Türkei: Jede dritte Schule von Geschäftsleuten finanziert

Der türkische Bildungsminister Ömer Dinçer stellte bei der zehnten Generalversammlung der Vereinigung von Geschäftsleuten in Malataya (MİAD) am vergangenen Samstag heraus, dass 34 Prozent der Schulen, die seit 2003 in der Türkei errichtet wurden, von "philantropischen" Unternehmern finanziert wurden.

In seiner Ansprache stellt Minister Ömer Dinçer noch einmal die Beitäge solcher Menschenfreunde gerade hinsichtlich der Bildung heraus. So gäbe es unter den  Geschäftsleuten von Malatya laufenden Bemühungen Stipendien für Universitätsstudenten zu vergeben. Ein solches Engagement, davon ist Dinçer überzeugt, dürfe nicht unteschätzt werden.

Doch nicht nur Malatya werde derlei Unterstützung praktiziert. Überall in der Türkei engagieren sich Unternehmer, um das Bildungsangebot des Landes auszubauen. So erläuterte Dinçer, dass seit der Gründung der Republik Türkei bis ins Jahr 2002  334,000  Schulen gebaut wurden. In den Jahren 2003 bis 2010 kamen noch einmal 163,000 Anstalten hinzu. 34 Prozent von ihnen konnten dank großzügiger Geschäftsleute errichtet werden.

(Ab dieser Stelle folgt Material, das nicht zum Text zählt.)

"""Pairing a phone with the laptop on the home network: the laptop's page shows a QR code with
a one-time code; the phone that opens it gets a long-lived access cookie and the laptop's CA.

Steps: the laptop opens ``/pair`` (loopback only) and shows the code; the phone scans it,
opens ``/pair/<code>`` and taps "Pair this phone" (a POST, so a link preview cannot use the
code up); the laptop stores a digest of a new access token and sets it as the cookie; the
phone lands on ``/pair/done`` to install the CA certificate.
"""

from __future__ import annotations

import os
import ssl
import threading
import time
import urllib.parse
from typing import TYPE_CHECKING

from flask import Blueprint, current_app, make_response, redirect, render_template, request
from werkzeug.exceptions import NotFound, TooManyRequests

from . import access
from .db import get_db

if TYPE_CHECKING:
    from .lan import CertificateSet

# The certificate and QR code packages load only when something of --lan runs, so plain
# loopback use starts as fast as before.

__all__ = ["bp", "prepare_server", "pairing_urls", "CA_CONTENT_TYPE", "CA_DER_NAME",
           "CA_PEM_NAME"]

bp = Blueprint("pairing", __name__, url_prefix="/pair")

# The type mobile browsers hand to their certificate installer (a de facto type, from memory;
# RFC 2585 §4.1 registers application/pkix-cert for DER certificates in general).
CA_CONTENT_TYPE = "application/x-x509-ca-cert"
CA_DER_NAME = "rondo-laptop-ca.crt"
CA_PEM_NAME = "rondo-laptop-ca.pem"
_REISSUE_LOCK = threading.Lock()
QR_DARK, QR_LIGHT = "#121212", "#ffffff"  # the page's ink on white: the best contrast to scan


def _lan_dir() -> str:
    return current_app.config.get("LAN_DIR") or f"{current_app.instance_path}/lan"


def _require_lan() -> None:
    if not access.lan_mode():
        raise NotFound("pairing is only used when the laptop runs `rondo serve --lan`")


def _require_laptop() -> None:
    # The laptop reaches itself on loopback, or on one of its own addresses when bound to one;
    # no other device on the network can have those.
    own = current_app.config.get("LAN_OWN_ADDRESSES") or ()
    if not (access.is_loopback(request.remote_addr) or request.remote_addr in own):
        raise access.LaptopOnly()


def prepare_server(app, data_dir: str, host: str) -> ssl.SSLContext:
    """Make or load the certificates for ``rondo serve --lan``, switch the gate on and return
    the TLS context for the server."""
    from . import lan

    certs = lan.prepare(os.path.join(data_dir, "lan"))
    _configure(app, certs, host)
    context = lan.ssl_context(certs.files)
    app.extensions["rondo_lan"] = {"context": context, "host": host}
    if certs.made_ca:
        print(f"rondo: made this laptop's certificate authority in {certs.files.directory}; "
              "phones install it once", flush=True)
    elif certs.issued_server:
        print("rondo: this laptop's addresses changed; issued a new server certificate",
              flush=True)
    return context


def _configure(app, certs: CertificateSet, host: str) -> None:
    bound = None if host in ("0.0.0.0", "::", "") else host
    addresses = [str(a) for a in certs.addresses if not a.is_loopback]
    ipv4 = [a for a in addresses if ":" not in a]
    app.config.update(
        LAN_MODE=True,
        LAN_DIR=str(certs.files.directory),
        LAN_PAIR_HOSTS=[bound] if bound else (ipv4 or addresses or ["127.0.0.1"]),
        LAN_OWN_ADDRESSES=[str(a) for a in certs.addresses] + [str(a) for a in certs.left_out],
        LAN_LEFT_OUT=[str(a) for a in certs.left_out],
    )
    app.debug = False  # never the interactive debugger on a network
    app.config["PROPAGATE_EXCEPTIONS"] = False


def _refresh_certificate() -> None:
    """Re-issue the server certificate if the laptop's addresses changed since it started;
    connections made after that get the new one."""
    state = current_app.extensions.get("rondo_lan")
    if not state:
        return
    from . import lan

    with _REISSUE_LOCK:  # two pages at once must not write a key of one and a cert of the other
        certs = lan.prepare(_lan_dir())
        if certs.issued_server:
            lan.ssl_context(certs.files, state["context"])
            _configure(current_app, certs, state["host"])


def _check_limit() -> None:
    wait_s = current_app.extensions["rondo_pair_limit"].wait_s(request.remote_addr or "?")
    if wait_s is not None:
        raise TooManyRequests(f"Too many wrong pairing codes from this device; wait {wait_s} s "
                              "and scan a fresh code from the laptop.", retry_after=wait_s)


def _spent() -> access.CodeSpent:
    current_app.extensions["rondo_pair_limit"].failed(request.remote_addr or "?")
    return access.CodeSpent()


def _port() -> int:
    return urllib.parse.urlsplit(request.host_url).port or 443


def pairing_urls(code: str, hosts: list[str], port: int) -> list[str]:
    """The address a phone opens, once per host the laptop can be reached at."""
    out = []
    for host in hosts:
        shown = f"[{host}]" if ":" in host else host
        suffix = "" if port == 443 else f":{port}"
        out.append(f"https://{shown}{suffix}/pair/{urllib.parse.quote(code, safe='')}")
    return out


def _qr_svg(url: str) -> str:
    # Error level M (about 15 % recoverable) survives a glossy laptop screen; ISO/IEC 18004
    # asks for a quiet zone of 4 modules round the code.
    import segno

    return segno.make(url, error="m").svg_inline(scale=6, dark=QR_DARK, light=QR_LIGHT,
                                                 border=4, omitsize=True,
                                                 title="Pairing code for a phone")


def _ca_facts() -> dict:
    from . import lan

    ca = lan.load_ca(_lan_dir())
    return {"fingerprint": lan.fingerprint_sha256(ca), "ca_name": ca.subject.rfc4514_string(),
            "der_name": CA_DER_NAME, "pem_name": CA_PEM_NAME}


@bp.get("")
def laptop():
    """The laptop's pairing page: a fresh one-time code as QR codes, and the paired devices."""
    _require_laptop()
    if not access.lan_mode():
        return render_template("pair.html", view="off")
    _refresh_certificate()
    codes = current_app.extensions["rondo_pairing_codes"]
    code, until_s = codes.issue()
    own_code, _ = codes.issue()
    this_host = urllib.parse.urlsplit(request.host_url).hostname or "127.0.0.1"
    hosts = list(current_app.config.get("LAN_PAIR_HOSTS") or [this_host])
    port = _port()
    phones = [{"url": url, "svg": _qr_svg(url)} for url in pairing_urls(code, hosts, port)]
    here = pairing_urls(own_code, [this_host], port)[0]
    response = make_response(render_template(
        "pair.html", view="laptop", phones=phones, laptop_url=here,
        until=time.strftime("%H:%M", time.localtime(until_s)),
        minutes=access.PAIRING_CODE_TTL_S // 60, devices=access.list_devices(get_db()),
        left_out=current_app.config.get("LAN_LEFT_OUT") or [], port=port, **_ca_facts()))
    response.headers["Cache-Control"] = "no-store"  # a code must never come back from a cache
    return response


@bp.post("/devices/<int:device_id>/forget")
def forget(device_id: int):
    """Forget a paired device: its cookie stops working at once."""
    _require_laptop()
    _require_lan()
    if not access.forget_device(get_db(), device_id):
        raise NotFound(f"no paired device has id {device_id}")
    return redirect("/pair", code=303)  # RFC 9110 §15.4.4: see the page again, as a GET


@bp.get("/done")
def done():
    """After pairing: install the laptop's CA, then open Rondo."""
    _require_lan()
    paired = access.current_device() is not None
    return render_template("pair.html", view="done", paired=paired, **_ca_facts())


@bp.get(f"/{CA_DER_NAME}")
def ca_der():
    """The CA certificate, DER: what phones install (the public part only)."""
    _require_lan()
    from . import lan

    body = lan.ca_bytes(_lan_dir(), der=True)
    return _download(body, CA_DER_NAME)


@bp.get(f"/{CA_PEM_NAME}")
def ca_pem():
    """The same CA certificate as PEM text, for laptops and other tools."""
    _require_lan()
    from . import lan

    body = lan.ca_bytes(_lan_dir(), der=False)
    return _download(body, CA_PEM_NAME)


def _download(body: bytes, name: str):
    response = make_response(body)
    response.headers["Content-Type"] = CA_CONTENT_TYPE
    response.headers["Content-Disposition"] = f'attachment; filename="{name}"'  # RFC 6266 §4
    return response


@bp.get("/<code>")
def confirm(code: str):
    """The phone opened a pairing code: ask before using it up."""
    _require_lan()
    _check_limit()
    if not current_app.extensions["rondo_pairing_codes"].valid(code):
        raise _spent()
    response = make_response(render_template("pair.html", view="confirm"))
    response.headers["Cache-Control"] = "no-store"
    return response


@bp.post("/<code>")
def pair(code: str):
    """Use the code up, remember this device, and give it its access cookie."""
    _require_lan()
    _check_limit()
    if not current_app.extensions["rondo_pairing_codes"].take(code):
        raise _spent()
    token = access.new_device(get_db(), user_agent=request.headers.get("User-Agent", ""),
                              address=request.remote_addr or "")
    response = redirect("/pair/done", code=303)
    access.set_access_cookie(response, token)
    response.headers["Cache-Control"] = "no-store"
    return response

Alle türkischen Kinder sollen in den Kindergarten

Während des Treffens debattierten die MİAD-Mitglieder gemeinsam mit dem Minister auch über die derzeitige Einschulungsquote in der Türkei. Auch hier hatte Dinçer einige Zahlen zur Hand. So betrage diese bei den Fünfjährigen, die einen Kindergarten besuchen, aktuell rund 70 Prozent. Diese Rate, so Dinçer weiter, sollte jedoch die 100 Prozent-Marke erreichen. Sein Ministerium bemühe sich derzeit intensiv, um dieses Ziel mit Hilfe neuer Vorschriften in den kommenden zwei Jahren zu erreichen. Weiterhin kündigte er baldige Investitionen in weitere türkischen Kindergärten an. Gerade im Osten und Südosten des Landes ist die Infrastruktur diesbezüglich noch nicht befriedigend.

Hinsichtlich der Situation an Grund- und weiterführenden Schulen sehen die Zahlen etwas besser aus. 98,5 Prozent der türkischen Kinder besuchen derzeit eine Grundschule. Auf das Gymnasium gehen 67 Prozent. Auch hier ist das Ziel des Ministeriums eine 100-Prozent-Rate an den Grundschulen zu erreichen. 90 Prozent sollen, so der Wunsch in Ankara, weiterführende Einrichtungen besuchen. Erreicht werden soll das in den kommenden vier Jahren.